Ghana Law May Require State Approval for Oil Loans, PwC Says
The Ghanaian government may require oil companies to seek its approval before obtaining loans for their operations if a draft petroleum exploration and production bill becomes law, according to PricewaterhouseCoopers LLP.
A section of the law, to be debated by the West African nation’s lawmakers, said that loans taken by contractors must be approved by the minister of energy, Darcy White, a tax leader at the company’s Ghana office, said in a presentation on the bill at a meeting in Accra, the capital, today.
“That can delay efforts,” he said, citing a lack of provisions in the draft policy for a loan-approval timeline. Interest on loans will be treated as a non-deductible expense on taxes, according to White.
Ghana became Africa’s newest oil exporter in December with the start of production at its offshore Jubilee oil field.
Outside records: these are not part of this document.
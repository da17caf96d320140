"""Library errors name their parameter; the command line words them with its option.

`shardtrain.errors.ParameterError` carries the Python parameter; `shardtrain.cli.flags.FLAGS`
is the one table from parameter to option. Checked here: every parameter the library raises
about is in the table (or deliberately in `NOT_OPTIONS`), library messages no longer spell
flags, and the CLI's words for a few cases are today's, exactly (common practice: a
message a user may script against does not change under a refactor).
"""
from __future__ import annotations

import ast
import pickle
from pathlib import Path

import pytest

from shardtrain.cli import main
from shardtrain.cli.flags import FLAGS, NOT_OPTIONS, cli_message, flag_of
from shardtrain.errors import (
    InputError,
    Interrupted,
    ParameterError,
    RunError,
    marked,
    name_parameter,
    naming,
    option,
)
from shardtrain.train.settings import TrainSettings

PACKAGE = Path(__file__).resolve().parents[1] / "shardtrain"

# modules that still word their messages with flags (to move to ParameterError): none;
# nothing below cli/ may start an error message with "--"
NOT_YET_MOVED: set[str] = set()


def _library_modules():
    for path in sorted(PACKAGE.rglob("*.py")):
        rel = path.relative_to(PACKAGE).as_posix()
        if not rel.startswith(("cli/", "testing/")):
            yield rel, ast.parse(path.read_text(), filename=str(path))


def _name(func) -> str:
    return func.id if isinstance(func, ast.Name) else getattr(func, "attr", "")


def _const(node):
    return node.value if isinstance(node, ast.Constant) and isinstance(node.value, str) else None


def _raised_params() -> set[str]:
    """Every parameter name the library passes to ParameterError, directly or through its
    small helpers (`need(ok, "name", ...)`, `_check_positive("name", ...)`, a tuple
    `("name", ...)` in a list of checks, a `param="name"` default)."""
    found: set[str] = set()
    for _, tree in _library_modules():
        for node in ast.walk(tree):
            if isinstance(node, ast.Call):
                name = _name(node.func)
                args = node.args
                if name == "ParameterError" and args and _const(args[0]):
                    found.add(_const(args[0]))
                elif name == "need" and len(args) > 1 and _const(args[1]):
                    found.add(_const(args[1]))
                elif name in ("_check_positive", "name_parameter", "option") and args:
                    arg = args[1] if name == "name_parameter" else args[0]
                    if _const(arg):
                        found.add(_const(arg))
            elif isinstance(node, ast.arguments):
                pos = node.posonlyargs + node.args
                for arg, default in zip(pos[len(pos) - len(node.defaults):], node.defaults):
                    if arg.arg == "param" and _const(default):
                        found.add(_const(default))
                for arg, default in zip(node.kwonlyargs, node.kw_defaults):
                    if arg.arg == "param" and default is not None and _const(default):
                        found.add(_const(default))
    # checkpoint.check_resumable raises about each recorded training setting by its name
    found |= {f for f in TrainSettings().to_dict()}
    return found


def test_every_parameter_the_library_names_has_an_option_or_is_declared_not_one():
    raised = _raised_params()
    assert len(raised) > 30              # the scan found the raise sites at all
    missing = sorted(p for p in raised if p not in FLAGS and p not in NOT_OPTIONS)
    assert missing == []
    assert not set(FLAGS) & NOT_OPTIONS
    assert all(flag.startswith("--") for flag in FLAGS.values())


_ERRORS = ("InputError", "ParameterError", "RunError", "Interrupted", "ValueError", "refuse",
           "_fail", "_Bad")


def _message_texts(tree):
    """Every literal piece of text of the error messages raised in a module."""
    for node in ast.walk(tree):
        if isinstance(node, ast.Call) and _name(node.func) in _ERRORS:
            for arg in node.args[:3]:
                for piece in ast.walk(arg):
                    text = _const(piece)
                    if text is not None:
                        yield node.lineno, text


def _spells_a_flag(text: str) -> bool:
    return text.startswith("--") or " --" in text or "(--" in text


def test_library_messages_spell_no_flag():
    found = [f"{rel}:{line}: {text!r}" for rel, tree in _library_modules()
             if rel not in NOT_YET_MOVED for line, text in _message_texts(tree)
             if _spells_a_flag(text)]
    assert found == []


def test_the_scan_sees_a_flag_worded_message(tmp_path):
    # the check above can fail: it flags a module written the old way
    tree = ast.parse('raise InputError(f"--method {m!r}: unknown; give --seed")')
    assert [t for _, t in _message_texts(tree) if _spells_a_flag(t)] == [
        "--method ", ": unknown; give --seed"]


def test_parameter_error_words():
    exc = ParameterError("method", "unknown; expected one of metis", value=repr("x"))
    assert str(exc) == "method 'x': unknown; expected one of metis"
    assert cli_message(exc) == "--method 'x': unknown; expected one of metis"
    both = ParameterError("input_dim", "the graph has no features", also=("classes",))
    assert str(both) == "input_dim, classes: the graph has no features"
    assert cli_message(both) == "--input-dim, --classes: the graph has no features"
    mid = ParameterError("features", "file type '.x'", prefix="f.x: unknown ", sep=" ")
    assert cli_message(mid) == "f.x: unknown --features file type '.x'"
    hint = RunError(f"try another {option('seed')} or method")
    assert (str(hint), cli_message(hint)) == ("try another seed or method",
                                              "try another --seed or method")
    unknown = ParameterError("not_a_param", "text")
    assert cli_message(unknown) == "not_a_param: text"
    assert cli_message(InputError("g.txt:3: bad")) == "g.txt:3: bad"
    again = pickle.loads(pickle.dumps(both))     # crosses a process boundary intact
    assert (type(again), again.params, str(again)) == (ParameterError, both.params, str(both))


def test_while_the_cli_runs_str_names_the_option():
    # a message passed on as text (MPI rank 0 sends str(exc) to the printing rank) keeps the
    # option's name: cli.main runs each command inside errors.naming(flags.flag_of)
    exc = ParameterError("dropout", "must be a number in [0, 1) (got 1.5)")
    with naming(flag_of):
        assert str(exc) == "--dropout: must be a number in [0, 1) (got 1.5)"
    assert str(exc) == "dropout: must be a number in [0, 1) (got 1.5)"


def test_name_parameter_rewords_only_its_own_head():
    exc = name_parameter(InputError("calibration c.json:1: not JSON"), "calibration", "c.json")
    assert isinstance(exc, ParameterError)
    assert cli_message(exc) == "--calibration c.json:1: not JSON"
    other = InputError("c.json: cannot read")
    assert name_parameter(other, "calibration", "c.json") is other


@pytest.mark.parametrize("argv,expected", [
    # today's exact lines (each reaches a library ParameterError)
    (["train", "G", "--reference", "--dropout", "1.5"],
     "--dropout: must be a number in [0, 1) (got 1.5)"),
    (["train", "G", "--reference", "--lr", "0"], "--lr: must be a number > 0 (got 0.0)"),
    (["train", "G", "--workers", "2", "--method", "range", "--emulate-link", "x"],
     "--emulate-link: expected GBPS[:LATENCY_US] such as 10 or 0.1:50, got 'x'"),
    (["demo", "--vertices", "3", "--out", "OUT"], "--vertices 3: must be an integer >= 200"),
])
def test_cli_words_library_errors_as_before(tmp_path, capsys, argv, expected):
    from helpers import depot_graph, save_graph

    graph = tmp_path / "g.npz"
    save_graph(graph, depot_graph())
    argv = [str(graph) if a == "G" else str(tmp_path / "o") if a == "OUT" else a
            for a in argv]
    assert main(argv) == 2
    assert capsys.readouterr().err == f"shardtrain: error: {expected}\n"


def test_the_scan_sees_interrupted_and_value_errors():
    tree = ast.parse('raise Interrupted("run it again with --resume " + d)\n'
                     'raise ValueError("--early-stop: no validation vertices")')
    assert [t for _, t in _message_texts(tree) if _spells_a_flag(t)] == [
        "run it again with --resume ", "--early-stop: no validation vertices"]


def test_a_worker_processes_error_keeps_its_parameter_for_the_coordinators_reader():
    # a pipes worker runs outside cli.main's naming: it sends its message with the mentions
    # still marked, and the coordinator's RunError words them as the CLI does
    exc = ParameterError("early_stop", "the graph has no validation vertices")
    sent = f"worker 1 failed during epoch 1: ParameterError: {marked(exc)}"
    assert cli_message(RunError(sent)) == (
        "worker 1 failed during epoch 1: ParameterError: --early-stop: the graph has no "
        "validation vertices")
    assert str(RunError(sent)).endswith("ParameterError: early_stop: the graph has no "
                                        "validation vertices")
    assert marked(ValueError("plain")) == "plain"
    stopped = Interrupted(f"run the same command with {option('resume')} ck to continue")
    with naming(flag_of):
        assert str(stopped) == "run the same command with --resume ck to continue"
    assert str(stopped) == "run the same command with resume ck to continue"


@pytest.mark.parametrize("changes,param,text", [
    # the library's words name RunConfig fields and run()'s transport
    ({"workers": 0, "method": "range"}, "workers", "workers 0: must be at least 1"),
    ({"timeout_s": 0.0, "mode": "reference"}, "timeout_s",
     "timeout_s 0: must be a number of seconds > 0"),
    ({"mode": "reference", "slow_workers": {0: 2.0}}, "slow_workers",
     "slow_workers: not available with reference (partitioned runs only)"),
    ({}, "workers", "workers: give workers K with method M, assignment FILE, or reference"),
    ({"workers": 2, "method": "range", "checkpoint_every": 5}, "checkpoint_every",
     "checkpoint_every: give checkpoint DIR as well"),
])
def test_run_config_errors_name_the_field(tmp_path, changes, param, text):
    from helpers import depot_graph, save_graph

    from shardtrain.train.api import RunConfig, check_config

    graph = tmp_path / "g.npz"
    save_graph(graph, depot_graph())
    with pytest.raises(ParameterError) as info:
        check_config(RunConfig(source=str(graph), **changes))
    assert info.value.param == param and str(info.value).startswith(text)
    assert "--" not in str(info.value)


def test_run_names_its_transport(tmp_path):
    from shardtrain.train.api import RunConfig, check_config

    with pytest.raises(ParameterError) as info:
        check_config(RunConfig(source=str(tmp_path)), transport="sockets")
    assert cli_message(info.value) == "--transport 'sockets': expected one of pipes, mpi"
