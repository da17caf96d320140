"""Stale halos with an overlapped exchange (`--halo-stale`, `--halo-smooth`): the partitioned
run equals its own single-process formulation, its payload is the predicted one, and the
exchange it starts really runs behind the compute.

Sources of truth:
- `shardtrain.train.single_process` (`train --single-process`), a global formulation of
  stale halos over the whole graph (the definition in `plan/schemes.py`, Wan et al.,
  "PipeGCN", ICLR 2022, from memory); with the scheme off it is the single-process
  reference (`train.reference`, checked in its own tests against finite differences). In
  float64 the partitioned run differs from it only by the order of sums: every epoch's loss
  and the final weights agree to a relative 1e-9 (docs/design.md §1.7), dropout on.
- The synchronous run (`train.reference`): epoch 1, the warm-up, is exchanged exactly, so
  its loss is the reference's; later epochs use stale rows and differ from it.
- The transport's byte counters and overlap counters (`transport/meter.py`): the payload
  predicted by the survey's replay equals the measured one; the time a started exchange was
  in flight while the worker computed is counted as hidden.
"""
from __future__ import annotations

import json
import subprocess
import sys

import numpy as np
import pytest
from helpers import assert_same_run, depot_graph, plan_assignment, run_partitioned, save_graph

from shardtrain.plan import schemes
from shardtrain.plan.schemes import HaloScheme
from shardtrain.train.reference import train_reference
from shardtrain.train.settings import TrainSettings
from shardtrain.train.single_process import train_single_process

RTOL = 1e-9
BASE = dict(layers=3, hidden=16, dropout=0.5, lr=0.01, weight_decay=5e-4, epochs=4, seed=7,
            dtype="float64", bias=True)


def settings(stale=True, keep=1.0, fmt=None, smooth=0.0, **kw) -> TrainSettings:
    return TrainSettings(**{**BASE, **kw}, halo_keep=keep, halo_format=fmt, halo_stale=stale,
                         halo_smooth=smooth)


@pytest.fixture(scope="module")
def graph():
    return depot_graph()


assignment = plan_assignment


def loss_gap(a, b, first: int = 0) -> float:
    return max(abs(x["loss"] - y["loss"]) / abs(y["loss"])
               for x, y in list(zip(a.epochs, b.epochs))[first:])


def check_payload(run) -> None:
    t = run.traffic
    assert t["measured_payload_bytes"] == t["predicted_payload_bytes"]
    assert t["breakdown_matches"] and t["sender_receiver_consistent"]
Companies including London-based Tullow Oil Plc (TLW), Anadarko Petroleum Corp. (APC) of The Woodlands, Texas and Eni SpA (ENI) of Rome operate in the West African nation.
The draft law will be presented to lawmakers when Parliament returns from its recess next month, Moses Asaga, chairman of the parliamentary sub-committee on mines and energy, said in a telephone interview today. He declined to give details on the policy.
The requirement may be meant to ensure that international oil companies procure only loans that are competitive, Alex Mould, chief executive officer of Ghana’s fuel-retailing regulator National Petroleum Authority, said at the forum.